[Start of Attachment]

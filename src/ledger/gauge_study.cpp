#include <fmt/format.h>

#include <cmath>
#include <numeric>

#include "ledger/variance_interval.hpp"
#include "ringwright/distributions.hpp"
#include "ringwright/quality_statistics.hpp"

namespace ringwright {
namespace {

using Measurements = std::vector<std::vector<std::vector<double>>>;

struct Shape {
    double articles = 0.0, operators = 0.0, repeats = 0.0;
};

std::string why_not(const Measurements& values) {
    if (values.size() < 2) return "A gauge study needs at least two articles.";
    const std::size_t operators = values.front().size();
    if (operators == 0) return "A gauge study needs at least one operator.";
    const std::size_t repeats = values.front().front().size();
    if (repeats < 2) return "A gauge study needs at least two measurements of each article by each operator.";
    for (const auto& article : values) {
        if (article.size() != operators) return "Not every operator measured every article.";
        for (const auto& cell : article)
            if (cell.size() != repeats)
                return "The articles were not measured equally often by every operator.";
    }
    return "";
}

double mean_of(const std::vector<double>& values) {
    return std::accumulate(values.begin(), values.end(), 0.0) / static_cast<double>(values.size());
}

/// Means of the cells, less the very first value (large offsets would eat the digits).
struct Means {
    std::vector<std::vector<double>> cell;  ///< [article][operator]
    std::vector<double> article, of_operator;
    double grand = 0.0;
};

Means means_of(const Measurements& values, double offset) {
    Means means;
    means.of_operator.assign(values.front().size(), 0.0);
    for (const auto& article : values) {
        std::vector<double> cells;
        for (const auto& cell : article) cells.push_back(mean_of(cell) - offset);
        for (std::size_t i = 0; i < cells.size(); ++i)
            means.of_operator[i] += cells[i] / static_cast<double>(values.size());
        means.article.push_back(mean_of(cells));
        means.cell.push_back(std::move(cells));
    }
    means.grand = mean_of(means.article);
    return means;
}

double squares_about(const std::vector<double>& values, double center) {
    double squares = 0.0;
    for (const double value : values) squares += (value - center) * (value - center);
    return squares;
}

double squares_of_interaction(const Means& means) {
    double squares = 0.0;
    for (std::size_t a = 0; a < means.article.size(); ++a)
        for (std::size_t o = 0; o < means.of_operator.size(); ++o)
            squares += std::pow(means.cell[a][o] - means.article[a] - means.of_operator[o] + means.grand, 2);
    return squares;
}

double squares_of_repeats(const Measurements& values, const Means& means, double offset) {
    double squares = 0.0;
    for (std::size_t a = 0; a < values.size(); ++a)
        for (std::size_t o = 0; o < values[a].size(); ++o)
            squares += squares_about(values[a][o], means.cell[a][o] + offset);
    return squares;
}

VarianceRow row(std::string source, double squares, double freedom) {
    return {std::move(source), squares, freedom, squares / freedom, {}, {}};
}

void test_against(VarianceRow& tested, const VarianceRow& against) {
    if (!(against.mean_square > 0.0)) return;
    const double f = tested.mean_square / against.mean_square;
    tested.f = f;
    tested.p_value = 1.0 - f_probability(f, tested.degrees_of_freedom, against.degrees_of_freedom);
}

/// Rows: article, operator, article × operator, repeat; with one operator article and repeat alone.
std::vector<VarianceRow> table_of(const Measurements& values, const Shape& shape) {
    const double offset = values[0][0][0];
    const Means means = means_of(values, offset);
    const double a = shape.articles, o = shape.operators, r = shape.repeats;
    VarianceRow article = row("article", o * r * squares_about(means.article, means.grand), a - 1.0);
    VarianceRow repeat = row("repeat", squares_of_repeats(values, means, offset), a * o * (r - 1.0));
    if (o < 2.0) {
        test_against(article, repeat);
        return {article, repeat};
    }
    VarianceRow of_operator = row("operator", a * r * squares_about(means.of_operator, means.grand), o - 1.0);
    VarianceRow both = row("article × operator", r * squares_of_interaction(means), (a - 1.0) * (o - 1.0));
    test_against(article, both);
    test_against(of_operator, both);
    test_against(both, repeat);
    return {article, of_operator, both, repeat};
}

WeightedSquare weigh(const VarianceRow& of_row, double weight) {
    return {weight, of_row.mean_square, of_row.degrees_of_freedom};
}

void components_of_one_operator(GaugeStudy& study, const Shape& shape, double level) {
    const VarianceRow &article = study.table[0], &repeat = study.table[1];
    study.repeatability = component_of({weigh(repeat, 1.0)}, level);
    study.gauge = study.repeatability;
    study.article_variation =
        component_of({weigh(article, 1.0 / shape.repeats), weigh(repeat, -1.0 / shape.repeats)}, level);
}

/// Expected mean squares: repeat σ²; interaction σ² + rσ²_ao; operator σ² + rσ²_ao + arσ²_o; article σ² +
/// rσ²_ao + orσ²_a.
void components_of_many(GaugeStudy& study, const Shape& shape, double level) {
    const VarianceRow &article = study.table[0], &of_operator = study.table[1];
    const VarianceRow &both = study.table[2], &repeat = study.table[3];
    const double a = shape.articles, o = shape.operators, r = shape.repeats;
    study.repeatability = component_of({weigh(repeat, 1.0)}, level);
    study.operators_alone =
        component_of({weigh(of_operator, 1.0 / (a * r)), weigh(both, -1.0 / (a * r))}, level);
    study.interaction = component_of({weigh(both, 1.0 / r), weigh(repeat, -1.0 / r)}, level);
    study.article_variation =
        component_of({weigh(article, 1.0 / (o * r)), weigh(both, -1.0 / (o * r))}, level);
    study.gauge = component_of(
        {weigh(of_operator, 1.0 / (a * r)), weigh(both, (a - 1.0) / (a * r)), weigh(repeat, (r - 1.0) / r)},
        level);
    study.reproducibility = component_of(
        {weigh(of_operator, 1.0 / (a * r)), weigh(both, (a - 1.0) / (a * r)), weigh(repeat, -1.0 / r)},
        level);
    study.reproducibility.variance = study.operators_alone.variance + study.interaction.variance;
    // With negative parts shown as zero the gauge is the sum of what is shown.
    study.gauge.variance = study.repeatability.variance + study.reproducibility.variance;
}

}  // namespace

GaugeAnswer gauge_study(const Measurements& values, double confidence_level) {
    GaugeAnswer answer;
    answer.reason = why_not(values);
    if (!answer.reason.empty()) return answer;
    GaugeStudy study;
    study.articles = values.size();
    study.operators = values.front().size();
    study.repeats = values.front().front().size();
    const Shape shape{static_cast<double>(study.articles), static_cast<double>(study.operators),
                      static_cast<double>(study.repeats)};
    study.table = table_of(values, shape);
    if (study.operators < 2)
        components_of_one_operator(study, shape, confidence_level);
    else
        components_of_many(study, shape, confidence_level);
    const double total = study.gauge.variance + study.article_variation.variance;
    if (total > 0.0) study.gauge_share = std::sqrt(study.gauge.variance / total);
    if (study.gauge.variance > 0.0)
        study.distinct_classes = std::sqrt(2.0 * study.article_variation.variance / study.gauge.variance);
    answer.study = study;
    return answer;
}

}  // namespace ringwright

[End of Attachment]
[Start of Attachment]

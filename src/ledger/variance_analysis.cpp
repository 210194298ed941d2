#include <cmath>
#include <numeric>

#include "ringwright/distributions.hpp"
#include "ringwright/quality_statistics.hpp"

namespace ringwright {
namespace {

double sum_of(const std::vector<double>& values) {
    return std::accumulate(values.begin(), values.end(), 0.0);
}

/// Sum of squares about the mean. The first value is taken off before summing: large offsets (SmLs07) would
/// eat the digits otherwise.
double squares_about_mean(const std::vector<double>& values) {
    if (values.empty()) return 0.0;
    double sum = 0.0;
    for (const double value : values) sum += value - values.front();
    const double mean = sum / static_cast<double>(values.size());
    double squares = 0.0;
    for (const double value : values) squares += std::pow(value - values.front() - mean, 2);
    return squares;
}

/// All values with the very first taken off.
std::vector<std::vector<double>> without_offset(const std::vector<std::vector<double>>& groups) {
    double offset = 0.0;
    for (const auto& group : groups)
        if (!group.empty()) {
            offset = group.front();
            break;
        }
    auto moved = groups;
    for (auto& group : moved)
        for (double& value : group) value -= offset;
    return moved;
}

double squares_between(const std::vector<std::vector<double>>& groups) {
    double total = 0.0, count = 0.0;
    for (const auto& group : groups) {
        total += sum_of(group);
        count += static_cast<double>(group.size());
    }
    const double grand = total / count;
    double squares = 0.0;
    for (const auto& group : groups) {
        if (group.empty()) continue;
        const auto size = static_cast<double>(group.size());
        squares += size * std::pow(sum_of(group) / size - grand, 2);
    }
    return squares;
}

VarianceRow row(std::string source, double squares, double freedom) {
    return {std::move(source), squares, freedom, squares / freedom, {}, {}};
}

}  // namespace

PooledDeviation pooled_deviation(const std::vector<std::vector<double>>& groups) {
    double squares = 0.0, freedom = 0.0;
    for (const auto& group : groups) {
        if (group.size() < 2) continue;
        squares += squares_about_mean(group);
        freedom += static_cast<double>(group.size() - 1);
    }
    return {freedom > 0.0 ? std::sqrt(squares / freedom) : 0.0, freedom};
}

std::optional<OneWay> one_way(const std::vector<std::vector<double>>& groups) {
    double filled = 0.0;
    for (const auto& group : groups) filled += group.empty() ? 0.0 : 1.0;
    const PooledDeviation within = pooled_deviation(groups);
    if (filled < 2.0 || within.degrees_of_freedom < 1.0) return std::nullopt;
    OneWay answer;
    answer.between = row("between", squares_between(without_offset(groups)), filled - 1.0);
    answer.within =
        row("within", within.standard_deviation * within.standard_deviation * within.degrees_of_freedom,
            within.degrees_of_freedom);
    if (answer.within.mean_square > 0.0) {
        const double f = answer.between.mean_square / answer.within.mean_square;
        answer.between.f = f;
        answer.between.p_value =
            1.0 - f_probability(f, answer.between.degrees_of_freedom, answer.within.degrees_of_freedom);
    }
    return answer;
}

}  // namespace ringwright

[End of Attachment]
[Start of Attachment]

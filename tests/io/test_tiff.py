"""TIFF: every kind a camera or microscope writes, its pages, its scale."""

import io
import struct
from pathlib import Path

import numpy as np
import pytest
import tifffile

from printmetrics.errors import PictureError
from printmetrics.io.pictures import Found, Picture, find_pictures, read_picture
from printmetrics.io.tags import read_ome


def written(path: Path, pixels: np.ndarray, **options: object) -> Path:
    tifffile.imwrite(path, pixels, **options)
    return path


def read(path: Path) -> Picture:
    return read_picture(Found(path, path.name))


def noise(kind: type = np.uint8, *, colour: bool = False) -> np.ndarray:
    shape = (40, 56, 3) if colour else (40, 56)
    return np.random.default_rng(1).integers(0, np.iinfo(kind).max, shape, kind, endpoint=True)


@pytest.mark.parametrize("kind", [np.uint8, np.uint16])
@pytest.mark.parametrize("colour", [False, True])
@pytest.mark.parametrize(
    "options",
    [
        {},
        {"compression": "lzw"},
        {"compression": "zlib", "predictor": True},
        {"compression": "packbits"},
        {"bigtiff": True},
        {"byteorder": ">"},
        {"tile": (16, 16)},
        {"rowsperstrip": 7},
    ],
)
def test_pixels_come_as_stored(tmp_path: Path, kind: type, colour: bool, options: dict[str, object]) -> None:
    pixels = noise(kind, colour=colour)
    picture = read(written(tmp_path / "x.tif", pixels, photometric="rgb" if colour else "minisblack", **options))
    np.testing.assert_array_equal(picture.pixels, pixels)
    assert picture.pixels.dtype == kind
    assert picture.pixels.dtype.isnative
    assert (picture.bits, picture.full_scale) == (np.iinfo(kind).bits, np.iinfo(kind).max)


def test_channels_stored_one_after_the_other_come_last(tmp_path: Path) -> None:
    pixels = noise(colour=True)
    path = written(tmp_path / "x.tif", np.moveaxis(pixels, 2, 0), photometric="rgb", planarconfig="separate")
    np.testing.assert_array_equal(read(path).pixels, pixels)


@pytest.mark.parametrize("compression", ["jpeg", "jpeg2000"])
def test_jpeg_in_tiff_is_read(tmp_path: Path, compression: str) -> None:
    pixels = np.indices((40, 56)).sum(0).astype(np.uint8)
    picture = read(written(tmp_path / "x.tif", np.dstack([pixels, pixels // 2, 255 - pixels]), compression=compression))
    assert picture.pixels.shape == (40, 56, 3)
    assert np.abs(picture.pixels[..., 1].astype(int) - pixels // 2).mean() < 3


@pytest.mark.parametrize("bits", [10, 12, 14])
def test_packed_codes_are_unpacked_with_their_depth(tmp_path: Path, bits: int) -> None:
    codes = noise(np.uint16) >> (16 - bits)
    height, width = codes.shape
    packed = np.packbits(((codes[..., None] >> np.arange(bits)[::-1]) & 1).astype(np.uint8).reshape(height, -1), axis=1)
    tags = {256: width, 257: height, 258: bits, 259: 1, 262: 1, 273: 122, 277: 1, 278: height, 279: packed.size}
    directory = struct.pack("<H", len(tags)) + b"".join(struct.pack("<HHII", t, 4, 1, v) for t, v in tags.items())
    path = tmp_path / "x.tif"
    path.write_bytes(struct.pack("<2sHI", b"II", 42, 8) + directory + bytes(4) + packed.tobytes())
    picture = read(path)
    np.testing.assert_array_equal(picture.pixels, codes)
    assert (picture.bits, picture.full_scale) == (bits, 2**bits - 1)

[End of Attachment]

## WHAT YOU NEED TO DO
Only the lines from the one containing "for (const double value : values) squares += (value" through the one containing "and repeat alone." are to be retyped, both boundary lines included, with no other material.

## OUTPUT FOR THIS EXERCISE
    for (const double value : values) squares += (value - center) * (value - center);
    return squares;
}

double squares_of_interaction(const Means& means) {
    double squares = 0.0;
    for (std::size_t a = 0; a < means.article.size(); ++a)
        for (std::size_t o = 0; o < means.of_operator.size(); ++o)
            squares += std::pow(means.cell[a][o] - means.article[a] - means.of_operator[o] + means.grand, 2);
    return squares;
}

double squares_of_repeats(const Measurements& values, const Means& means, double offset) {
    double squares = 0.0;
    for (std::size_t a = 0; a < values.size(); ++a)
        for (std::size_t o = 0; o < values[a].size(); ++o)
            squares += squares_about(values[a][o], means.cell[a][o] + offset);
    return squares;
}

VarianceRow row(std::string source, double squares, double freedom) {
    return {std::move(source), squares, freedom, squares / freedom, {}, {}};
}

void test_against(VarianceRow& tested, const VarianceRow& against) {
    if (!(against.mean_square > 0.0)) return;
    const double f = tested.mean_square / against.mean_square;
    tested.f = f;
    tested.p_value = 1.0 - f_probability(f, tested.degrees_of_freedom, against.degrees_of_freedom);
}

/// Rows: article, operator, article × operator, repeat; with one operator article and repeat alone.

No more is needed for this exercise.